Workers at Bombardier in Belfast have rejected management proposals to freeze their pay as part of cost-saving measures.
As well as a two-year pay freeze, the Canadian aircraft manufacturer had proposed that staff work an extra hour on Fridays during that time-frame.
The company, which employs around 5,500 people at its east Belfast factory, had stressed a business necessity of cutting costs by 20% by 2017.
The pay proposals were overwhelmingly rejected in a ballot of workers represented by the union Unite, with 88% voting against.
Unite, which represents the majority of the workforce, said it would seek “urgent discussions” with employers.
Unite regional co-ordinating officer Davy Thompson said: “Unite negotiators were asked to ballot on a pay offer from management which would seek cuts to workers’ terms and conditions and leave them dependent on a performance-related bonus for an improvement in their incomes.

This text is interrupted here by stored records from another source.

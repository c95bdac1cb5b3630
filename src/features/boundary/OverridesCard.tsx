import { useState } from "react";
import type { OutcomeOverride } from "@shared/schemas/outcomes";
import { Button } from "../../components/Button";
import { Card } from "../../components/Card";
import { ErrorState } from "../../components/ErrorState";
import { cx } from "../../lib/cx";
import { LoadingState } from "../../components/LoadingState";
import { Select } from "../../components/Select";
import { ThreadDrawer } from "../../components/threads/ThreadDrawer";
import { formatCount, formatDateTime } from "../../lib/format";
import { useOverrides, type OverrideStatus } from "./api";
import { OutcomeBadge } from "./OutcomeBadge";
import type { RevokeTarget } from "./OverrideDialogs";
import { formatMa } from "../../components/timescale/ages";

const PAGE_SIZE = 20;

const STATUS_OPTIONS: ReadonlyArray<{ value: OverrideStatus; label: string }> = [
  { value: "active", label: "In force" },
  { value: "revoked", label: "Revoked" },
  { value: "all", label: "All" },
];

/** Every outcome set by hand in the study, for any boundary: who set it, when and why, and its revocation. */
export function OverridesCard({ studyId, canOverride, onRevoke }: { studyId: string; canOverride: boolean; onRevoke: (target: RevokeTarget) => void }) {
  const [status, setStatus] = useState<OverrideStatus>("active");
  const [page, setPage] = useState(1);
  const [discussing, setDiscussing] = useState<OutcomeOverride | null>(null);
  const overrides = useOverrides(studyId, status, page, PAGE_SIZE);
  const data = overrides.data;
  const pages = data ? Math.max(1, Math.ceil(data.total / PAGE_SIZE)) : 1;

  return (
    <Card
      title="Outcomes set by hand"
      description="Coding decisions for this study at any boundary. Each keeps who set it, when and why; revoking one keeps it on record."
      actions={
        <Select
          label="Show"
          hideLabel
          value={status}
          onChange={(event) => {
            setStatus(event.target.value as OverrideStatus);
            setPage(1);
          }}
          options={STATUS_OPTIONS}
          className="w-36"
        />
      }
    >
      {overrides.isPending && <LoadingState label="Loading the outcomes set by hand" lines={2} />}
      {overrides.isError && <ErrorState error={overrides.error} title="The outcomes set by hand could not be loaded" onRetry={() => void overrides.refetch()} />}
      {data && data.total === 0 && (
        <p className="text-[15px] text-stone-500">
          {status === "revoked"
            ? "No outcome set by hand has been revoked."
            : status === "active"
              ? `None in force.${canOverride ? " Use “Set outcome…” beside a taxon in the lists to set one, with a reason." : ""}`
              : "No outcome has been set by hand in this study."}
        </p>
      )}
      {data && data.total > 0 && (
        <>
          <ul className={cx("-my-3 divide-y divide-stone-100", overrides.isPlaceholderData && "opacity-60")}>
            {data.overrides.map((o) => (
              <OverrideItem key={o.id} override={o} canOverride={canOverride} onRevoke={onRevoke} onDiscuss={setDiscussing} />
            ))}
          </ul>
          {pages > 1 && (
            <div className="mt-5 flex items-center justify-between text-sm text-stone-600">
              <p className="tabular-nums">
                Page {formatCount(page)} of {formatCount(pages)}
              </p>
              <div className="flex gap-2">
                <Button variant="secondary" size="sm" disabled={page <= 1} onClick={() => setPage(page - 1)}>
                  Previous
                </Button>
                <Button variant="secondary" size="sm" disabled={page >= pages} onClick={() => setPage(page + 1)}>
                  Next
                </Button>
              </div>
            </div>
          )}
        </>
      )}
      {discussing && (
        <ThreadDrawer
          studyId={studyId}
          target={{ type: "override", id: discussing.id }}
          targetLabel={`Outcome of ${discussing.taxonName} set by hand`}
          onClose={() => setDiscussing(null)}
        />
      )}
    </Card>
  );
}

interface OverrideItemProps {
  override: OutcomeOverride;
  canOverride: boolean;
  onRevoke: (target: RevokeTarget) => void;
  onDiscuss: (override: OutcomeOverride) => void;
}

function OverrideItem({ override: o, canOverride, onRevoke, onDiscuss }: OverrideItemProps) {
  return (
    <li className="flex flex-col gap-2 py-3 sm:flex-row sm:items-start sm:justify-between" data-override-taxon={o.taxonName}>
      <div className="min-w-0">
        <p className="flex flex-wrap items-center gap-2">
          <span className="font-medium text-stone-900 italic">{o.taxonName}</span>
          <OutcomeBadge outcome={o.outcome} />
          <span className="text-sm text-stone-500">{o.boundaryMa === null ? "every boundary" : `at ${formatMa(o.boundaryMa)}`}</span>
          {o.source === "import" && <span className="text-sm text-stone-500">· from an import</span>}
          {!o.active && <span className="rounded bg-stone-100 px-1.5 py-0.5 text-xs font-semibold text-stone-600">Revoked</span>}
        </p>
        <p className="mt-1 text-sm break-words text-stone-700">“{o.reason}”</p>
        <p className="mt-0.5 text-sm text-stone-500">
          Set by {o.createdBy?.name ?? "a former member"} on {formatDateTime(o.createdAt)}
        </p>
        {!o.active && o.revokedAt && (
          <p className="mt-0.5 text-sm text-stone-500">
            Revoked by {o.revokedBy?.name ?? "a former member"} on {formatDateTime(o.revokedAt)}
            {o.revokeReason ? `: “${o.revokeReason}”` : ""}
          </p>
        )}
      </div>
      <div className="flex shrink-0 gap-1 self-start">
        <Button variant="ghost" size="sm" aria-label={`Discuss the outcome set by hand for ${o.taxonName}`} onClick={() => onDiscuss(o)}>
          Discuss
        </Button>
        {canOverride && o.active && (
          <Button
            variant="ghost"
            size="sm"
            aria-label={`Revoke the outcome set by hand for ${o.taxonName}`}
            onClick={() => onRevoke({ overrideId: o.id, taxonName: o.taxonName, outcome: o.outcome, boundaryMa: o.boundaryMa })}
          >
            Revoke…
          </Button>
        )}
      </div>
    </li>
  );
}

“The union did not try to influence its members in regard to the offer but our representatives in the workforce presented it to them on the grounds outlined by management.
“While we recognise that Bombardier faces exceptional cash-flow pressures, the membership of Unite has exercised their democratic right in relation to this offer. We will now seek to engage with management in order to progress this matter further.”
A spokeswoman for Bombardier said: “The company very much regrets that the offer it tabled aimed at cutting costs and contributing to the competitiveness of our Northern Ireland operations was not accepted by the workforce.
“It is vital that we reduce our costs significantly if we are to sustain our business here and ultimately protect jobs in the long term. The company remains open to engaging with the trade unions in order to find a resolution. We will continue to look at measures to reduce our costs and improve our competitiveness.”